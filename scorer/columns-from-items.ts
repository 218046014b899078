import type { ColumnarBatch, ColumnInput } from "./columnar-batch.js";
import type { ScoreItem } from "./score-item.js";
import { ScorerError } from "./scorer-error.js";

/**
 * Turns a list of items into a columnar batch for the given features: a
 * Float64Array per numeric feature, codes and a dictionary per categorical
 * feature. Values are read as scoreOne reads them.
 *
 * @example
 * const batch = columnsFromItems(scorer.features, items);
 * scorer.scoreBatch(batch).combined;
 */
export function columnsFromItems(
  features: { readonly numeric: readonly string[]; readonly categorical: readonly string[] },
  items: readonly ScoreItem[],
): ColumnarBatch {
  const columns = new Map<string, ColumnInput>();
  const read = (item: ScoreItem, name: string): unknown =>
    Object.prototype.hasOwnProperty.call(item, name) ? item[name] : undefined;
  for (const name of features.numeric) {
    const values = new Float64Array(items.length);
    items.forEach((item, i) => {
      const value = read(item, name);
      if (typeof value === "number") values[i] = value;
      else if (value === null || value === undefined) values[i] = NaN;
      else throw wrongType(name, i, "a number or null", value);
    });
    columns.set(name, { kind: "number", values });
  }
  for (const name of features.categorical) {
    const codes = new Int32Array(items.length);
    const codeOf = new Map<string, number>();
    const list: string[] = [];
    items.forEach((item, i) => {
      const value = read(item, name);
      let text: string | null;
      if (typeof value === "string") text = value;
      else if (typeof value === "number") text = Number.isFinite(value) ? String(value) : null;
      else if (value === null || value === undefined) text = null;
      else throw wrongType(name, i, "a string or null", value);
      if (text === null) {
        codes[i] = -1;
        return;
      }
      let code = codeOf.get(text);
      if (code === undefined) {
        code = list.length;
        codeOf.set(text, code);
        list.push(text);
      }
      codes[i] = code;
    });
    columns.set(name, { kind: "category", codes, dictionary: { list: () => list } });
  }
  return { rowCount: items.length, columns };
}

function wrongType(name: string, row: number, expected: string, value: unknown): ScorerError {
  return new ScorerError("item", [
    {
      code: "wrong_type",
      path: `/${row}/${name}`,
      message: `feature "${name}" expected ${expected}, found ${typeof value} (item ${row})`,
    },
  ]);
}
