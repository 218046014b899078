import type { FeatureContract, ForestModel } from "./model-types.js";
import type { ScorerIssue } from "./scorer-error.js";

/**
 * The most the compiled tables of one model may take. A few bytes of artifact
 * can demand far more table than they hold: every categorical node of a forest
 * gets a bitset region as wide as the forest's largest categorical feature
 * (4,096 words at 65,536 values), and every leaf a row of head weights (up to
 * 64 lanes of 8 bytes), so a 10 MB file could otherwise ask for 16 GB.
 */
export const MAX_TABLE_BYTES = 2 ** 30;

/**
 * Estimates the bytes of the tables compileForest and compileHeads would build
 * for these forests and `headCount` heads (0 for forests scored alone) and
 * refuses more than MAX_TABLE_BYTES, naming the forest with the largest split
 * table. Expects depths already checked (integers in [1, 16]). The estimate is
 * an upper bound: forests read through virtual slots need no bitsets.
 *
 * @example
 * checkTableSize(model.forests, model.contract, model.heads.length); // [] for any model that fits in 1 GiB
 */
export function checkTableSize(
  forests: readonly ForestModel[],
  contract: FeatureContract,
  headCount: number,
  path = "/forests",
): ScorerIssue[] {
  const numericCount = contract.numeric.length;
  let total = 0;
  let largest = -1;
  let largestBytes = 0;
  let leafCount = 0;
  forests.forEach((forest, f) => {
    const nodes = (1 << forest.depth) - 1;
    let categoricalNodes = 0;
    let maxValues = 0;
    for (const tree of forest.trees) {
      const length = Math.min(nodes, tree.feature.length);
      for (let n = 0; n < length; n++) {
        const c = tree.feature[n] - numericCount;
        const feature = contract.categorical[c];
        if (c >= 0 && feature !== undefined) {
          categoricalNodes++;
          if (feature.values.length > maxValues) maxValues = feature.values.length;
        }
      }
    }
    // The bitset kernel's region: words covering code + 1 for every code (see compileForest).
    let codeMask = 0;
    while (codeMask < maxValues) codeMask = codeMask * 2 + 1;
    const bytes = categoricalNodes === 0 ? 0 : 4 * ((codeMask >>> 5) + 1) * (categoricalNodes + 1);
    if (bytes > largestBytes) {
      largestBytes = bytes;
      largest = f;
    }
    total += bytes;
    leafCount += forest.trees.length * (nodes + 1);
  });
  // The heads' leaf table: [leaf][lane] doubles, lanes as compileHeads rounds them.
  const lanes =
    headCount === 0
      ? 0
      : headCount <= 8
        ? Math.max(2, 2 * Math.ceil(headCount / 2))
        : 8 * Math.ceil(headCount / 8);
  total += 8 * leafCount * lanes;
  if (total <= MAX_TABLE_BYTES) return [];
  const mib = (bytes: number): string => `${Math.ceil(bytes / 2 ** 20)} MiB`;
  const where = largest >= 0 && largestBytes >= total / 2 ? `${path}/${largest}` : path;
  const what =
    largestBytes >= total / 2
      ? `${mib(largestBytes)} for the categorical split tables of this forest (${mib(total)} in all)`
      : `${mib(total)} for the heads' leaf weights and the split tables`;
  return [
    {
      code: "too_large",
      path: where,
      message: `expected compiled tables of at most ${mib(MAX_TABLE_BYTES)}, found a model needing ${what}`,
    },
  ];
}
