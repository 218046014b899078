/**
 * The canonical text of a JSON value, which the artifact checksum is computed over:
 * no whitespace; object keys sorted by UTF-16 code units (JavaScript's default
 * sort); strings and numbers exactly as JSON.stringify writes them (numbers as the
 * shortest text that reads back to the same double, -0 as 0); `omitKey`, when
 * given, left out of the top-level object only.
 *
 * Any conforming JSON writer can reproduce it, so a checksum can be checked
 * without this code.
 *
 * @example
 * canonicalJson({ b: [1, 0.1], a: "x", checksum: "..." }, "checksum"); // '{"a":"x","b":[1,0.1]}'
 */
export function canonicalJson(value: unknown, omitKey?: string): string {
  const out: string[] = [];
  write(value, out, omitKey, 0);
  return out.join("");
}

const MAX_DEPTH = 200;

function write(value: unknown, out: string[], omitKey: string | undefined, depth: number): void {
  if (depth > MAX_DEPTH) throw new RangeError(`canonical JSON: nesting deeper than ${MAX_DEPTH}`);
  if (value === null || typeof value === "boolean" || typeof value === "string") {
    out.push(JSON.stringify(value));
  } else if (typeof value === "number") {
    if (!Number.isFinite(value)) {
      throw new RangeError(`canonical JSON: expected a finite number, found ${value}`);
    }
    out.push(JSON.stringify(value));
  } else if (Array.isArray(value)) {
    if (isPlainValues(value)) {
      out.push(JSON.stringify(value)); // the same text, written natively: forests are long arrays of numbers
      return;
    }
    out.push("[");
    for (let i = 0; i < value.length; i++) {
      if (i > 0) out.push(",");
      write(value[i], out, undefined, depth + 1);
    }
    out.push("]");
  } else if (typeof value === "object") {
    const record = value as { readonly [key: string]: unknown };
    const keys = Object.keys(record)
      .filter((key) => key !== omitKey)
      .sort();
    out.push("{");
    keys.forEach((key, i) => {
      if (i > 0) out.push(",");
      out.push(JSON.stringify(key), ":");
      write(record[key], out, undefined, depth + 1);
    });
    out.push("}");
  } else {
    throw new TypeError(`canonical JSON: expected a JSON value, found ${typeof value}`);
  }
}

/** True for an array of strings, booleans, nulls and finite numbers only. */
function isPlainValues(values: readonly unknown[]): boolean {
  for (let i = 0; i < values.length; i++) {
    const v = values[i];
    if (typeof v === "number") {
      if (!Number.isFinite(v)) return false;
    } else if (v !== null && typeof v !== "string" && typeof v !== "boolean") {
      return false;
    }
  }
  return true;
}
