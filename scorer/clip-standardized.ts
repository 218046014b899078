/**
 * The largest magnitude a standardized numeric input takes: (x - mean) / std is
 * clipped to [-STANDARDIZED_LIMIT, STANDARDIZED_LIMIT]. No real value lies a
 * million standard deviations out, and the bound lets the loader prove that no
 * logit can overflow (checkScoringModel multiplies numeric weights by it), so a
 * hostile item of 1e308 gives a saturated probability, never NaN.
 */
export const STANDARDIZED_LIMIT = 1e6;

/**
 * A standardized numeric input, clipped; the encoder and the scorer both call it,
 * so training and serving see the same number.
 *
 * @example
 * clipStandardized(1e308, 2, 3); // 1000000
 */
export function clipStandardized(x: number, mean: number, std: number): number {
  const v = (x - mean) / std;
  return v > STANDARDIZED_LIMIT
    ? STANDARDIZED_LIMIT
    : v < -STANDARDIZED_LIMIT
      ? -STANDARDIZED_LIMIT
      : v;
}
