import { checkArtifact } from "./check-artifact.js";
import { modelFromArtifact } from "./model-from-artifact.js";
import { Scorer } from "./scorer.js";
import { ScorerError } from "./scorer-error.js";

/**
 * Loads an artifact (its JSON text, or the parsed document: any value is
 * accepted and checked) into a scorer after
 * checking, in order: JSON syntax, format and version, schema, checksum, then
 * the semantics (lengths, indexes, finite numbers). Throws a ScorerError whose
 * issues name what is wrong and where. Nothing in the file is ever run as code.
 *
 * @example
 * const scorer = loadScorer(await (await fetch("/model.json")).text());
 * scorer.scoreOne({ tie_strength: 0.4, crop: "kale" }).combined;
 */
export function loadScorer(artifact: unknown): Scorer {
  let document: unknown = artifact;
  if (typeof artifact === "string") {
    try {
      document = JSON.parse(artifact) as unknown;
    } catch (error) {
      const reason = error instanceof Error ? error.message : String(error);
      throw new ScorerError("artifact", [
        {
          code: "invalid_json",
          path: "",
          message: `expected JSON text, found a syntax error: ${reason}`,
        },
      ]);
    }
  }
  return new Scorer(modelFromArtifact(checkArtifact(document)), "artifact");
}
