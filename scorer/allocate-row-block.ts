import type { InputPlan } from "./compile-inputs.js";

/**
 * The number block for `rows` rows of the plan's stride (see InputPlan).
 *
 * @example
 * const block = allocateRowBlock(plan, 256); // rows 0..255
 */
export function allocateRowBlock(plan: InputPlan, rows: number): Float64Array {
  return new Float64Array(rows * plan.stride);
}
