import type { ColumnarBatch } from "./columnar-batch.js";
import type { InputPlan } from "./compile-inputs.js";
import { fillHashedSlots, NOT_YET } from "./fill-hashed-slots.js";
import { fillVirtualSlots } from "./fill-virtual-slots.js";
import { ScorerError, type ScorerIssue } from "./scorer-error.js";

/** A batch's columns resolved to the plan's features. */
export interface BoundBatch {
  readonly rowCount: number;
  /** Per numeric feature. */
  readonly numeric: readonly Float64Array[];
  /** Per categorical feature: codes, the dictionary's texts, code to tree code (-2: not looked up yet), code to hashed bucket (-2: not hashed yet). */
  readonly codes: readonly Int32Array[];
  readonly texts: readonly (readonly string[])[];
  readonly treeCode: readonly Int32Array[];
  readonly bucket: readonly Int32Array[];
  /** Per cross of two features with few value pairs: pair (a * bSize + b) to bucket (-2: not hashed yet); else null. */
  readonly crossBucket: readonly (Int32Array | null)[];
}

/** Crosses of two features get a per-pair table while the pairs number at most this. */
const MAX_CROSS_PAIRS = 1 << 20;

interface CrossCache {
  lists: readonly (readonly string[])[];
  table: Int32Array;
}

interface CodeCache {
  list: readonly string[];
  treeCode: Int32Array;
  bucket: Int32Array;
}

/**
 * Binds columnar batches to a scorer's features and fills row blocks from them.
 * Per-code work (the tree code of a text, the hash bucket of a hashed value or of
 * a two-feature cross's pair) is done once per distinct code and kept while the
 * dictionaries stay the same, so a batch costs hashing only for values it is the
 * first to use.
 *
 * @example
 * const binder = new ColumnBinder(plan);
 * const bound = binder.bind(batch);
 * binder.fill(bound, 0, 256, block, codes, hashedSlots, parts);
 */
export class ColumnBinder {
  private readonly plan: InputPlan;
  private readonly caches: (CodeCache | null)[];
  private readonly crossCaches: (CrossCache | null)[];

  constructor(plan: InputPlan) {
    this.plan = plan;
    this.caches = plan.categoricalNames.map(() => null);
    this.crossCaches = plan.crossFeatures.map(() => null);
  }

  /** Checks that every feature has a column of the right kind and length; throws a ScorerError listing every problem. */
  bind(batch: ColumnarBatch): BoundBatch {
    const plan = this.plan;
    const issues: ScorerIssue[] = [];
    const rowCount = batch.rowCount;
    if (!Number.isInteger(rowCount) || rowCount < 0) {
      throw new ScorerError("batch", [
        {
          code: "row_count",
          path: "/rowCount",
          message: `expected a row count >= 0, found ${rowCount}`,
        },
      ]);
    }
    const numeric = plan.numericNames.map((name) => {
      const column = batch.columns.get(name);
      const values = column?.values;
      if (column === undefined) issues.push(missingColumn(name));
      else if (column.kind !== "number" || !(values instanceof Float64Array)) {
        issues.push({
          code: "column_kind",
          path: `/${name}`,
          message: `column "${name}" expected numbers in a Float64Array, found kind "${column.kind}"`,
        });
      } else if (values.length < rowCount) {
        issues.push(shortColumn(name, rowCount, values.length));
      } else return values;
      return new Float64Array(0);
    });
    const codes: Int32Array[] = [];
    const texts: (readonly string[])[] = [];
    const treeCode: Int32Array[] = [];
    const bucket: Int32Array[] = [];
    plan.categoricalNames.forEach((name, c) => {
      const column = batch.columns.get(name);
      const list = column?.dictionary?.list();
      if (column === undefined) issues.push(missingColumn(name));
      else if (
        column.kind !== "category" ||
        !(column.codes instanceof Int32Array) ||
        !Array.isArray(list)
      ) {
        issues.push({
          code: "column_kind",
          path: `/${name}`,
          message: `column "${name}" expected category codes with a dictionary, found kind "${column.kind}"`,
        });
      } else if (column.codes.length < rowCount) {
        issues.push(shortColumn(name, rowCount, column.codes.length));
      } else {
        const cache = this.cacheFor(c, list);
        codes.push(column.codes);
        texts.push(list);
        treeCode.push(cache.treeCode);
        bucket.push(cache.bucket);
        return;
      }
      codes.push(new Int32Array(0));
      texts.push([]);
      treeCode.push(new Int32Array(0));
      bucket.push(new Int32Array(0));
    });
    if (issues.length > 0) throw new ScorerError("batch", issues);
    const crossBucket = plan.crossFeatures.map((features, x) =>
      this.crossCacheFor(x, features, texts),
    );
    return { rowCount, numeric, codes, texts, treeCode, bucket, crossBucket };
  }

  /** The pair table of a two-feature cross, kept while both dictionaries stay as they are. */
  private crossCacheFor(
    x: number,
    features: Int32Array,
    texts: readonly (readonly string[])[],
  ): Int32Array | null {
    if (features.length !== 2) return null;
    const lists = [texts[features[0]], texts[features[1]]];
    if (lists[0].length * lists[1].length > MAX_CROSS_PAIRS) return null;
    const cache = this.crossCaches[x];
    // The table is indexed by the second dictionary's size, so any change rebuilds it.
    if (
      cache !== null &&
      cache.lists.every((list, k) => list === lists[k]) &&
      cache.table.length === lists[0].length * lists[1].length
    ) {
      return cache.table;
    }
    const table = new Int32Array(lists[0].length * lists[1].length).fill(NOT_YET);
    this.crossCaches[x] = { lists, table };
    return table;
  }

  private cacheFor(c: number, list: readonly string[]): CodeCache {
    let cache = this.caches[c];
    if (cache === null || cache.list !== list) {
      cache = { list, treeCode: new Int32Array(0), bucket: new Int32Array(0) };
      this.caches[c] = cache;
    }
    if (cache.treeCode.length < list.length) {
      cache.treeCode = grow(cache.treeCode, list.length);
      cache.bucket = grow(cache.bucket, list.length);
    }
    return cache;
  }

  /**
   * Fills rows [start, start + count) of a bound batch into rows 0.. of the row
   * blocks and the hashed-slot block (see InputPlan). Allocates nothing.
   * `withHashing` false leaves the hashed slots alone (trees only).
   */
  fill(
    bound: BoundBatch,
    start: number,
    count: number,
    block: Float64Array,
    codeBlock: Int32Array,
    hashedSlots: Int32Array,
    parts: string[],
    withHashing = true,
  ): void {
    const plan = this.plan;
    const F = plan.featureCount;
    const stride = plan.stride;
    const numericCount = plan.numericNames.length;
    for (let f = 0; f < numericCount; f++) {
      const values = bound.numeric[f];
      for (let i = 0, r = f; i < count; i++, r += stride) {
        const v = values[start + i];
        if (v === v) {
          block[r] = v;
          block[r + F] = v;
        } else {
          block[r] = -Infinity;
          block[r + F] = Infinity;
        }
      }
    }
    for (let c = 0; c < plan.categoricalNames.length; c++) {
      const f = numericCount + c;
      const codes = bound.codes[c];
      const treeCode = bound.treeCode[c];
      const oneHot = plan.oneHot[c] === 1;
      for (let i = 0, r = f; i < count; i++, r += stride) {
        const code = checkedCode(
          codes[start + i],
          bound.texts[c].length,
          plan.categoricalNames[c],
          start + i,
        );
        let tc = -1;
        if (code >= 0) {
          tc = treeCode[code];
          if (tc === NOT_YET) tc = treeCode[code] = plan.codeOf[c].get(bound.texts[c][code]) ?? -1;
        }
        codeBlock[r] = oneHot ? 1 << (tc + 1) : 0;
        codeBlock[r + F] = tc + 1;
      }
    }
    fillVirtualSlots(plan, codeBlock, block, 0, count);
    if (withHashing) fillHashedSlots(plan, bound, start, count, hashedSlots, parts);
  }
}

function grow(old: Int32Array, length: number): Int32Array {
  const next = new Int32Array(Math.max(length, 2 * old.length)).fill(NOT_YET);
  next.set(old);
  return next;
}

function checkedCode(code: number, listLength: number, name: string, row: number): number {
  if (code < listLength) return code < 0 ? -1 : code;
  throw new ScorerError("batch", [
    {
      code: "unknown_code",
      path: `/${name}/${row}`,
      message: `column "${name}" expected a code below its dictionary size ${listLength}, found ${code} (row ${row})`,
    },
  ]);
}

function missingColumn(name: string): ScorerIssue {
  return {
    code: "missing_column",
    path: `/${name}`,
    message: `expected a column "${name}", found none`,
  };
}

function shortColumn(name: string, rowCount: number, length: number): ScorerIssue {
  return {
    code: "short_column",
    path: `/${name}`,
    message: `column "${name}" expected ${rowCount} rows, found ${length}`,
  };
}
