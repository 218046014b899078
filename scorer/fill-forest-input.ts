import type { InputPlan } from "./compile-inputs.js";
import { fillVirtualSlots } from "./fill-virtual-slots.js";
import type { ForestColumns, ForestRows } from "./forest-input.js";

/**
 * Fills rows [start, start + count) of contract-coded input into rows 0.. of the
 * row blocks (see InputPlan); a categorical code that is not a known value's
 * position reads as missing. Allocates nothing.
 *
 * @example
 * fillForestInput(plan, valueCounts, input, 0, 256, block, codes);
 */
export function fillForestInput(
  plan: InputPlan,
  valueCount: Int32Array,
  input: ForestColumns | ForestRows,
  start: number,
  count: number,
  block: Float64Array,
  codes: Int32Array,
): void {
  const F = plan.featureCount;
  const stride = plan.stride;
  const numericCount = plan.numericNames.length;
  for (let f = 0; f < F; f++) {
    const isNumeric = f < numericCount;
    const c = f - numericCount;
    const limit = isNumeric ? 0 : valueCount[c];
    const oneHot = !isNumeric && plan.oneHot[c] === 1;
    // Row-major input is read with stride F from row `start`; a column with stride 1.
    let source: Float64Array | Int32Array;
    let at: number;
    let step: number;
    if ("values" in input) {
      source = input.values;
      at = start * F + f;
      step = F;
    } else {
      source = isNumeric ? input.numeric[f] : input.categorical[c];
      at = start;
      step = 1;
    }
    for (let i = 0, r = f; i < count; i++, r += stride, at += step) {
      const v = source[at];
      if (isNumeric) {
        block[r] = v === v ? v : -Infinity;
        block[r + F] = v === v ? v : Infinity;
      } else {
        const code = v >= 0 && v < limit && v === Math.floor(v) ? v : -1;
        codes[r] = oneHot ? 1 << (code + 1) : 0;
        codes[r + F] = code + 1;
      }
    }
  }
  fillVirtualSlots(plan, codes, block, 0, count);
}
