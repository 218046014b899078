/**
 * Trees per pass of the heads kernel (see sumLeafWeights): as many as keep the
 * pass's leaf weights (leaves x lanes doubles per tree) within about 256 KiB, so
 * they stay in cache while every row of a chunk reads them (for 1000 trees of
 * depth 8 this halved the heads' time here).
 *
 * @example
 * treeGroup(64, 6); // 85 trees of depth 6 for six heads
 * treeGroup(256, 6); // 21 trees of depth 8
 */
export function treeGroup(leavesPerTree: number, lanes: number): number {
  return Math.max(1, Math.floor(32768 / (leavesPerTree * lanes)));
}
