import type { CompiledHeads } from "./compile-heads.js";

/**
 * Turns summed weights into served numbers for rows [0, count): per head the
 * probability p = 1 / (1 + e), e = exp(-(bias + z)), with the
 * negative-downsampling correction q = p / (p + (1 - p) / rate) (He et al. 2014)
 * folded in as q = 1 / (1 + e / rate) (the same number up to rounding, two divisions
 * instead of three), written to probability[h][start + i]; the combined score
 * sum(valueWeight * q), in head order, to combined[start + i]. Head by head, so
 * every loop runs over one output array.
 *
 * @example
 * finishScores(heads, z, rows, probabilities, combined, 0);
 */
export function finishScores(
  heads: CompiledHeads,
  z: Float64Array,
  count: number,
  probability: readonly Float64Array[],
  combined: Float64Array,
  start: number,
): void {
  const lanes = heads.lanes;
  const bias = heads.bias;
  const rate = heads.negativeKeepRate;
  const valueWeight = heads.valueWeight;
  combined.fill(0, start, start + count);
  for (let h = 0; h < heads.headCount; h++) {
    const out = probability[h];
    const b = bias[h];
    const r = rate[h];
    const w = valueWeight[h];
    for (let i = 0; i < count; i++) {
      // Divided, not multiplied by 1 / r: a rate near the smallest double would make
      // that infinite, and 0 * Infinity is NaN where q should be 1.
      const q = 1 / (1 + Math.exp(-(b + z[i * lanes + h])) / r);
      out[start + i] = q;
      combined[start + i] += w * q;
    }
  }
}
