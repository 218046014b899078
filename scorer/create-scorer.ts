import type { ScoringModel } from "./model-types.js";
import { Scorer } from "./scorer.js";

/**
 * Builds a scorer from an in-memory model (the trainer's forests and heads), after
 * the same semantic checks an artifact gets; throws a ScorerError naming every
 * problem.
 *
 * @example
 * const scorer = createScorer({ contract, forests, encoding, heads, valueWeights: [1, 1, 2, 3, 4, -8] });
 * scorer.scoreOne({ tie_strength: 0.4 }).combined;
 */
export function createScorer(model: ScoringModel): Scorer {
  return new Scorer(model);
}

---

YOUR INSTRUCTIONS
Copy each line of the listing that includes "codeOf".

TASK OUTPUT
    const codeOf = new Map<string, number>();
      let code = codeOf.get(text);
        codeOf.set(text, code);
          if (tc === NOT_YET) tc = treeCode[code] = plan.codeOf[c].get(bound.texts[c][code]) ?? -1;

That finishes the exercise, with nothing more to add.